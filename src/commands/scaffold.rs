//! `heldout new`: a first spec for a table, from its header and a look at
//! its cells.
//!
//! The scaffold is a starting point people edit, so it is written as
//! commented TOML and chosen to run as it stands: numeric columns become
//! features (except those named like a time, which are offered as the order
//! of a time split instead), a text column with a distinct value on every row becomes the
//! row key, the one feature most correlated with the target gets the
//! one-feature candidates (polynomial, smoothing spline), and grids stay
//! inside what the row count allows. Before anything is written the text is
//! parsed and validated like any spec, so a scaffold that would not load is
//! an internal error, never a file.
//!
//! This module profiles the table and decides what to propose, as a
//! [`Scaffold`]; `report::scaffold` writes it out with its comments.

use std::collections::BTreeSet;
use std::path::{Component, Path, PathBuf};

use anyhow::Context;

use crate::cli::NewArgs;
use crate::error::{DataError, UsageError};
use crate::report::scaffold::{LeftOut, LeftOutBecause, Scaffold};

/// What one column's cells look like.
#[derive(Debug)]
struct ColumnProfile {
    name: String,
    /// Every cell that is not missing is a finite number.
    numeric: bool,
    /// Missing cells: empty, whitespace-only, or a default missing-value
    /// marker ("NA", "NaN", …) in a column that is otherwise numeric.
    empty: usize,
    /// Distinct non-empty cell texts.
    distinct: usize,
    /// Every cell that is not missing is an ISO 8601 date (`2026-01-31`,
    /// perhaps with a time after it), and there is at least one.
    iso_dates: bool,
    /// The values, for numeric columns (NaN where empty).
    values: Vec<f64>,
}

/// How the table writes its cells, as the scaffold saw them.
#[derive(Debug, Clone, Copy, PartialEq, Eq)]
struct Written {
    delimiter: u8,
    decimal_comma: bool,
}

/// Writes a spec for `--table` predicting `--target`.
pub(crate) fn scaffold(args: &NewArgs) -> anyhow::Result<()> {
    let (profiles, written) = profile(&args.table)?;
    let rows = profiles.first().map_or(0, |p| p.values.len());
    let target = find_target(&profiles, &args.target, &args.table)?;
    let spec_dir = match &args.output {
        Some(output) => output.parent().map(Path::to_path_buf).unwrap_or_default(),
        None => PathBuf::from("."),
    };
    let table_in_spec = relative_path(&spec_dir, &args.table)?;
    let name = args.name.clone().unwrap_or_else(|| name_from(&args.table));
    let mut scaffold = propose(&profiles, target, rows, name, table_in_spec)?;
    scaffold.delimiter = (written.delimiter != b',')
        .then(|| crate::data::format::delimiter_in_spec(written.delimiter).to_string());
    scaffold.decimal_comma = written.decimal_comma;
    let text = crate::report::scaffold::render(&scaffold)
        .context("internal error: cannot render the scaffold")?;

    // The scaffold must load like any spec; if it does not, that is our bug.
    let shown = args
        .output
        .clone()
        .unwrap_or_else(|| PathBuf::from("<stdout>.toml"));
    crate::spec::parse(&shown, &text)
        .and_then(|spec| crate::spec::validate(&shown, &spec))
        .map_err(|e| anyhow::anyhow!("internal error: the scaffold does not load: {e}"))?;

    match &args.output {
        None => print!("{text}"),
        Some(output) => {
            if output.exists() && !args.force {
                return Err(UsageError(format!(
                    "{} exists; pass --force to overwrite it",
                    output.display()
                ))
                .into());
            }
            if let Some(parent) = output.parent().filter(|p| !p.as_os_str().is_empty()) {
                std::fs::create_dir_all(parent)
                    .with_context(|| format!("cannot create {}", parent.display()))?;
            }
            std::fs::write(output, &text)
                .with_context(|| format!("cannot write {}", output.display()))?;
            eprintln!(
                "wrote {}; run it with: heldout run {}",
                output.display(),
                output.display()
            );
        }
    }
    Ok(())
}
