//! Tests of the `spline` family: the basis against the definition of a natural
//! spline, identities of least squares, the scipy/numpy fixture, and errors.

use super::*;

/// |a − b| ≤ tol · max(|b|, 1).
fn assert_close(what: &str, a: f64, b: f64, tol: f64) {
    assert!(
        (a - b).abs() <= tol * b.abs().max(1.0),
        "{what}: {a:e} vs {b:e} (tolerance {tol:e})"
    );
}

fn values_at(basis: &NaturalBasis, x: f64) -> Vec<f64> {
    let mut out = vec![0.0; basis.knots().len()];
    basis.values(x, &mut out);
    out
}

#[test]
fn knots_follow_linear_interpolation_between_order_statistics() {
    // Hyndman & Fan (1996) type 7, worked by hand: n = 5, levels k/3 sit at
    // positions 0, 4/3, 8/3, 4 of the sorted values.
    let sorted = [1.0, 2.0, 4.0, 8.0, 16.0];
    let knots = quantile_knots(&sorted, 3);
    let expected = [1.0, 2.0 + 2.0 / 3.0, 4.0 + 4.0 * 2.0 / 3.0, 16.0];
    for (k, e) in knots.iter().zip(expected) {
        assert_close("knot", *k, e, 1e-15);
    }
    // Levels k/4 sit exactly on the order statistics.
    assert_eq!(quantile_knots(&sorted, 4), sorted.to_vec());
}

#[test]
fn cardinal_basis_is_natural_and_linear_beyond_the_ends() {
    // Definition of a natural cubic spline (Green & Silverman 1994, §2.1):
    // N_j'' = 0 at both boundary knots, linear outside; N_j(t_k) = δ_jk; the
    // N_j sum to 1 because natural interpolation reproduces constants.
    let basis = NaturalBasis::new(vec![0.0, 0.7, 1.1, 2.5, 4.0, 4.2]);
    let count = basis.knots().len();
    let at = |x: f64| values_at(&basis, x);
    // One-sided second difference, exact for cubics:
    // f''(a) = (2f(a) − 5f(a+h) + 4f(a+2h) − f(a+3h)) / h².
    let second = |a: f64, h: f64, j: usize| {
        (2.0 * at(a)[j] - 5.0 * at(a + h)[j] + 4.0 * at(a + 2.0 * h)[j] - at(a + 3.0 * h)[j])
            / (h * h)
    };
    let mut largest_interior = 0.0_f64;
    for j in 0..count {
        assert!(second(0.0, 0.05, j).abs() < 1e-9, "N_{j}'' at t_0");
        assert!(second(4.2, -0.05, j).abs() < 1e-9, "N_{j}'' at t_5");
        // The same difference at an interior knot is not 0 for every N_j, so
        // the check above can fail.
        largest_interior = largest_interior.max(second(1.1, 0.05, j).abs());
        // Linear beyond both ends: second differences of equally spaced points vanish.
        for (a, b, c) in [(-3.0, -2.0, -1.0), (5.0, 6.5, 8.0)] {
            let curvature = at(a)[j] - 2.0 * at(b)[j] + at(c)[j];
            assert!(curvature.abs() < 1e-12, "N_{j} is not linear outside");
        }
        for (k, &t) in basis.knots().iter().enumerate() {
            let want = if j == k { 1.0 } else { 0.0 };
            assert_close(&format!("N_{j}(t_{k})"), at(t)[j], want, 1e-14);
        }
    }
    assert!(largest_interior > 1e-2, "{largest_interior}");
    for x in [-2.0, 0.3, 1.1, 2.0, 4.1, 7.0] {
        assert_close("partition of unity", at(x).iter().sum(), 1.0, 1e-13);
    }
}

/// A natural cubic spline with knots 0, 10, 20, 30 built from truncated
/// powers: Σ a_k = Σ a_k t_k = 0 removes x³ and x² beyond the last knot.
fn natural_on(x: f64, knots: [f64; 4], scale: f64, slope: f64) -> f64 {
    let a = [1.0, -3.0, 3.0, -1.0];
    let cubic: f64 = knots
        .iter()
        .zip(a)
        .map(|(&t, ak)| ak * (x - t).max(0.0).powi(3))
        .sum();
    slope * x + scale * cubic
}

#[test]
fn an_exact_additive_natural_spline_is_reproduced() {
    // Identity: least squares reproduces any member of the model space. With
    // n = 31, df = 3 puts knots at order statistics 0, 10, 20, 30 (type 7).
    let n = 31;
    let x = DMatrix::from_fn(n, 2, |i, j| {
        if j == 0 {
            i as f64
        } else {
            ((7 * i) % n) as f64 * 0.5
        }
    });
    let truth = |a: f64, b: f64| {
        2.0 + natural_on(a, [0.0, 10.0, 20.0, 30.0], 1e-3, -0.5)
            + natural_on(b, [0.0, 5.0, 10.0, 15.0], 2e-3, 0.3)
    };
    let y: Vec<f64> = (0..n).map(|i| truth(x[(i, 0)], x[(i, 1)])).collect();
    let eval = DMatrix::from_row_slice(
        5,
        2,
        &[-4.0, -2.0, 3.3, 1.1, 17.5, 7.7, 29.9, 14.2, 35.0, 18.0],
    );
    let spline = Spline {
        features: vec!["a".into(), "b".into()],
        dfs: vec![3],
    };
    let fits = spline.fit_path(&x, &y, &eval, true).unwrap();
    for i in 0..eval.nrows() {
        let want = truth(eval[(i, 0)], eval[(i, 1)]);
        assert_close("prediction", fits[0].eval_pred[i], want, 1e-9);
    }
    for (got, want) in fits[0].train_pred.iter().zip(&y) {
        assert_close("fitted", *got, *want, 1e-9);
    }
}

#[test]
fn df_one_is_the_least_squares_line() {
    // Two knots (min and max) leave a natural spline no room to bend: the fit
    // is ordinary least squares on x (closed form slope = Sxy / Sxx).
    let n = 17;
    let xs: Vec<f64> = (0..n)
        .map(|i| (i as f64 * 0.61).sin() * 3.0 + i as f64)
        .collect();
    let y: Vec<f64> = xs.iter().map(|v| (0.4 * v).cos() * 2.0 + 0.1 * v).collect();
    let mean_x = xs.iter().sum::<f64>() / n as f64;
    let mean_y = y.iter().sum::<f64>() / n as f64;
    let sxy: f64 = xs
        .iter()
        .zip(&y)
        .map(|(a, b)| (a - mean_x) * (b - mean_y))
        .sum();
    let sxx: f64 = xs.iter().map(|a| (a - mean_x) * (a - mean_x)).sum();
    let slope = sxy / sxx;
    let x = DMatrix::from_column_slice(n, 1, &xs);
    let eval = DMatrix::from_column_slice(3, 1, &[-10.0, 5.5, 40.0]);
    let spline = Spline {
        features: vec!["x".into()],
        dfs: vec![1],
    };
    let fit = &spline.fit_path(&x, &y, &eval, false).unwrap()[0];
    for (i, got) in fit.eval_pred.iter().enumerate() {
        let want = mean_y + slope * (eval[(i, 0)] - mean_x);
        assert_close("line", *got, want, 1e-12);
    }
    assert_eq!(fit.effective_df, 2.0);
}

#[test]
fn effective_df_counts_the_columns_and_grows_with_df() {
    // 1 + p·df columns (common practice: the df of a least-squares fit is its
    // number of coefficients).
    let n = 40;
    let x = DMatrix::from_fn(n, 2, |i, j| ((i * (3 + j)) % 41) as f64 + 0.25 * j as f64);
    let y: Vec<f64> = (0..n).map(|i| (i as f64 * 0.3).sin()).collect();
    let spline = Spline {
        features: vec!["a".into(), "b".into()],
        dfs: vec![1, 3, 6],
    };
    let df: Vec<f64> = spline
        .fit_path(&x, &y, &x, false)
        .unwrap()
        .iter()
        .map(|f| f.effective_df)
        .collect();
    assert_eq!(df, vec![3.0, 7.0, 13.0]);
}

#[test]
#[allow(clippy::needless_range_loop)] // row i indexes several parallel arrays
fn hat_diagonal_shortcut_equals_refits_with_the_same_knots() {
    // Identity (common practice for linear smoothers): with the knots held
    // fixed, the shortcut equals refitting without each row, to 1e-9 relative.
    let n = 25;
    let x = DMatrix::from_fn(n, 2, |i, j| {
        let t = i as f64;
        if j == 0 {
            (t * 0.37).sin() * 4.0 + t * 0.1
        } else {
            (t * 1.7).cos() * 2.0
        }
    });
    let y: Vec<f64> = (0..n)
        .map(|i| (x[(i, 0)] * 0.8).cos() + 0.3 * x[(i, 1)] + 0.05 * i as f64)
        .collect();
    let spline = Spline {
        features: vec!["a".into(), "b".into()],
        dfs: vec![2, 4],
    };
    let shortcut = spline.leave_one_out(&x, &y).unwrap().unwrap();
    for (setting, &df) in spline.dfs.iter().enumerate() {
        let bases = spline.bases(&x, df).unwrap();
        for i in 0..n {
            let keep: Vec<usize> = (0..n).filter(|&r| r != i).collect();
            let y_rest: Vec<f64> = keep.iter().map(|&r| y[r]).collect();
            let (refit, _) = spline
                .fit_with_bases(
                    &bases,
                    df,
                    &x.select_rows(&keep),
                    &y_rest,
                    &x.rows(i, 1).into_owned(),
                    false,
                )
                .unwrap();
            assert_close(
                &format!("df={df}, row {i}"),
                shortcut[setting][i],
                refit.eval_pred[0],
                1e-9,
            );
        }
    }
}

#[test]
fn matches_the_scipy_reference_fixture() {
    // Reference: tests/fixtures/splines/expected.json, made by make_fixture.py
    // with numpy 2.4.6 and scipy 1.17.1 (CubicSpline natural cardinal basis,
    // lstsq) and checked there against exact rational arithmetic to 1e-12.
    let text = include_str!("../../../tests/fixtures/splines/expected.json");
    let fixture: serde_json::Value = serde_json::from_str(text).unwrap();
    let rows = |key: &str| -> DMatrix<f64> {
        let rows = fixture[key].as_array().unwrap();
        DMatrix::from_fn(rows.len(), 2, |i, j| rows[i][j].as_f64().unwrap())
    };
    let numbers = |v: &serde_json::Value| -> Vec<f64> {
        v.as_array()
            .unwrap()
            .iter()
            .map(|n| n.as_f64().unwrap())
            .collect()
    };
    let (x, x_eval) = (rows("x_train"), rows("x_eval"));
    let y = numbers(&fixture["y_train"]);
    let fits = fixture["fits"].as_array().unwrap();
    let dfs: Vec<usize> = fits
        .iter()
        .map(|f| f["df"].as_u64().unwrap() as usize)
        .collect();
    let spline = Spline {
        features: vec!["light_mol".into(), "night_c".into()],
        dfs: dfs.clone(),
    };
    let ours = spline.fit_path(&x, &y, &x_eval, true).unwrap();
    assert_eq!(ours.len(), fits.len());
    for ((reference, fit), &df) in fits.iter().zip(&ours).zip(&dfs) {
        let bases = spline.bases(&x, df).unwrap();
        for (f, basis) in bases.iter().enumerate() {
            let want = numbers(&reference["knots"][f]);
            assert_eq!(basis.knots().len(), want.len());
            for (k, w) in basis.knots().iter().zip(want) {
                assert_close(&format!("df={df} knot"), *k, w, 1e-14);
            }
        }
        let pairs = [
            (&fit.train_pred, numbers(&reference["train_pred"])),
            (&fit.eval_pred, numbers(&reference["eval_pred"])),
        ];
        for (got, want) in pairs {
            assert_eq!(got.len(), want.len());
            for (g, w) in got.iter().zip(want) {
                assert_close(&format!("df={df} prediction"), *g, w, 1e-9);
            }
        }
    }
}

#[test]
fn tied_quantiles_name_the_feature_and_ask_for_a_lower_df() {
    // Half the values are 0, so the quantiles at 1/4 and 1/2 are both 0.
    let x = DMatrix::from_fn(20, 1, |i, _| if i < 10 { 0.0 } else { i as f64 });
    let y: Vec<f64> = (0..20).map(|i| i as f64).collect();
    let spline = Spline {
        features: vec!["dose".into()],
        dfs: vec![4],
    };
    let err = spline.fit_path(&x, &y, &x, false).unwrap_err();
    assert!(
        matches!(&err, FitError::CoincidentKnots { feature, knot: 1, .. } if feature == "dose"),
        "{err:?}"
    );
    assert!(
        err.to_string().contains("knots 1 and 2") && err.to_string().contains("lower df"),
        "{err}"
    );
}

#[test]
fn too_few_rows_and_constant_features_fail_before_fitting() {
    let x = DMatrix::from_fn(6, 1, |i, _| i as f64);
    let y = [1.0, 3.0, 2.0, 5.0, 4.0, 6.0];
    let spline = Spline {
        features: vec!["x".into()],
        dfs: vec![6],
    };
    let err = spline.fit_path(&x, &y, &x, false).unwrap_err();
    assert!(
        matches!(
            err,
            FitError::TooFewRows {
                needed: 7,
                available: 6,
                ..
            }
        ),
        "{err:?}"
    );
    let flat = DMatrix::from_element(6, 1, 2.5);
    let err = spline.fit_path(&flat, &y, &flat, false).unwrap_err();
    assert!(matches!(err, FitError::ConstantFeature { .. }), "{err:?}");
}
- - -
How to complete this task —
Start at the first line of the material. Reproduce every line exactly, ending with the line that holds "pub(crate) fn scaffold(args: &NewArgs)".

Answer section —
filename src/commands/scaffold.rs
//! `heldout new`: a first spec for a table, from its header and a look at
//! its cells.
//!
//! The scaffold is a starting point people edit, so it is written as
//! commented TOML and chosen to run as it stands: numeric columns become
//! features (except those named like a time, which are offered as the order
//! of a time split instead), a text column with a distinct value on every row becomes the
//! row key, the one feature most correlated with the target gets the
//! one-feature candidates (polynomial, smoothing spline), and grids stay
//! inside what the row count allows. Before anything is written the text is
//! parsed and validated like any spec, so a scaffold that would not load is
//! an internal error, never a file.
//!
//! This module profiles the table and decides what to propose, as a
//! [`Scaffold`]; `report::scaffold` writes it out with its comments.

use std::collections::BTreeSet;
use std::path::{Component, Path, PathBuf};

use anyhow::Context;

use crate::cli::NewArgs;
use crate::error::{DataError, UsageError};
use crate::report::scaffold::{LeftOut, LeftOutBecause, Scaffold};

/// What one column's cells look like.
#[derive(Debug)]
struct ColumnProfile {
    name: String,
    /// Every cell that is not missing is a finite number.
    numeric: bool,
    /// Missing cells: empty, whitespace-only, or a default missing-value
    /// marker ("NA", "NaN", …) in a column that is otherwise numeric.
    empty: usize,
    /// Distinct non-empty cell texts.
    distinct: usize,
    /// Every cell that is not missing is an ISO 8601 date (`2026-01-31`,
    /// perhaps with a time after it), and there is at least one.
    iso_dates: bool,
    /// The values, for numeric columns (NaN where empty).
    values: Vec<f64>,
}

/// How the table writes its cells, as the scaffold saw them.
#[derive(Debug, Clone, Copy, PartialEq, Eq)]
struct Written {
    delimiter: u8,
    decimal_comma: bool,
}

/// Writes a spec for `--table` predicting `--target`.
pub(crate) fn scaffold(args: &NewArgs) -> anyhow::Result<()> {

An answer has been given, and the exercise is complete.